Wednesday, June 28, 2006

Italian Job

I hardly believe if there are any Australians out there who feels Italy got what they deserve. After literally committing a daylight robbery in the heat of German summer, the Italians must have felt that Lady Luck was finally on their side. The painful memory of the Euro 2000 defeat to France, due to bad luck, might have been erased permanently as they snatched the winner in a match they hardly deserved to win.

Italy, on all counts, were favourites to win this clash against Australia right from the start. Never mind master tactician Guus Hiddink, who only four years ago orchestrated a superb 1-0 victory over them with the Koreans. Australia was a different breed and the Italians were determined to set things right.

Yet, the Italians started the game totally in contrast to their initial aim. Choosing to seat back and allow the Australians control of the football, the percentage of possession read Australia 73%, Italy 27% in the premature stages of the game. Instead, the Italians preferred hitting the Aussies on the break. With the skill of Gillardino and the proficency of Luca Toni, the Italians believed that they could actually score just by depending on the two of them.

Cannavaro and Materazzi, classy defenders by all means, were utilized to shut out the constant wave of Australian attack. The Italians knew that Australia were no Brazil or Argentina, who given control of the ball would have said thank you and plummeted them with an avalanche of goals. And how right they were as Australia failed to capitalize on their possession of the football. The lack of penetration in the final third was glaring.

The inventive running of Harry Kewell was missing as the attacking midfielder sat on the sidelines nursing a groin injury. Without his contribution, Australia decided to whack the ball into the penalty area hoping that the likes of Viduka or Cahill will be at the end of it.

From out wide, Scott Chipperfield, the left winger for Australia tried his darnest best with a stinging drive from close range in the 29th minute. Alas, the shot only served to warm the hands of Italian goalkeeper, Buffon who grabbed it with ease.

On the other side, Italy's counter attacking policy reaped precious benefits as Luca Toni and Gillardino tested Mark Schwarzer briefly with two headers and a tame shot. Del Piero, who successfully replaced golden boy Totti, showed little spark as he looked highly anonymous througout the game. He was eventually substituted by Francesco Totti.
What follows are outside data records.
static ef_status write_out(work *w, ef_error *error) {
  ef_status status = check_place(w, error);
  if (status != EF_OK)
    return status;
  switch (w->form) {
  case FORM_PICTURE:
    status = write_picture(w, error);
    break;
  case FORM_CUBE:
    status = write_cube(w, error);
    break;
  default:
    return write_table(w, error);
  }
  if (status == EF_EXISTS)
    message_fail(error, EF_EXISTS,
                 "%.200s is there already, or the file with its values; "
                 "--force overwrites it, or name another file",
                 w->out_path);
  return status;
}

/* ---- Notes --------------------------------------------------------------- */

static void tell_of_pixels(const work *w, const ef_notes *notes) {
  const ef_render_info *i = &w->info;
  const char *as = w->form == FORM_PICTURE  ? "black"
                   : w->form == FORM_CUBE ? "NaN"
                                          : "empty";
  char ignored[EF_NUMBER_TEXT];
  if (i->n_ignored > 0) {
    ef_number_format(w->head->ignored, ignored);
    message_note(notes, "%s: %zu of %zu pixels hold the value to be ignored "
                        "(%s); they are %s in %s",
                 w->path, i->n_ignored, i->n_pixels, ignored, as, w->out_path);
  }
  if (i->n_not_numbers > 0)
    message_note(notes, "%s: %zu of %zu pixels hold what is no finite number; "
                        "they are %s in %s",
                 w->path, i->n_not_numbers, i->n_pixels, as, w->out_path);
  if (w->kind == EF_SURFACE && 2 * w->clipped.n_bright > i->n_pixels)
    message_note(notes, "%s: most of its pixels are brighter than white; does "
                        "its header lack the reflectance scale factor, or does "
                        "it hold lights (--kind light)?",
                 w->path);
}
The game looked like it would have tipped to the side of the hardworking Australians as Materazzi saw a straight red from a challenge on Marco Bresciano. With 40 minutes of the game left, it looked like game on for the Aussies. However, they continued to make unsuccessful inroads into the tight Italian defence, marshalled by Fabio Cannavaro.

With ten minutes left, Cahill headed a corner over when it looked more likely that he would have converted it. And Australia was left cursing their luck again as they failed for the umpteen time to exploit their one man advantage.

Luck will continue to elude the plucky Australians as the clock ticked down to full time. In the third minute of injury time, the match seem certain to be heading for extra time. But Fabio Grosso had other ideas. He marauded into the box evading the first challenge before deftly trying to avoid the second. Unfortunately, Lucas Neill, who was the perpetrator of the second tackle was deemed to have committed a crime. Hence, a dubious penalty was awarded as Grosso fell under the faintest of touchest. Television replays showed that the referee got it all wrong but the referee had no doubt in his mind that Grosso was illegally brought down.

So up stepped Totti. With the Australians protesting vehemently over the penalty decision and the fans crying foul, Totti managed to shut out all distractions as he placed an unstoppable kick beyond the the despairing reach of Mark Schwarzer. It was the final kick of the game as the Italian fans went wild with celebration.

The winner was God-given. Pure luck. As Totti wheeled away in celebration, he stuck his thumb into his mouth implying that too bad Australia. This is Football. You need luck and we had all of it today.

How true. And with that the Italian Job was complete. Controversial as it sounds, luck is the key factor. And luck is you need if you want to commit daylight robbery.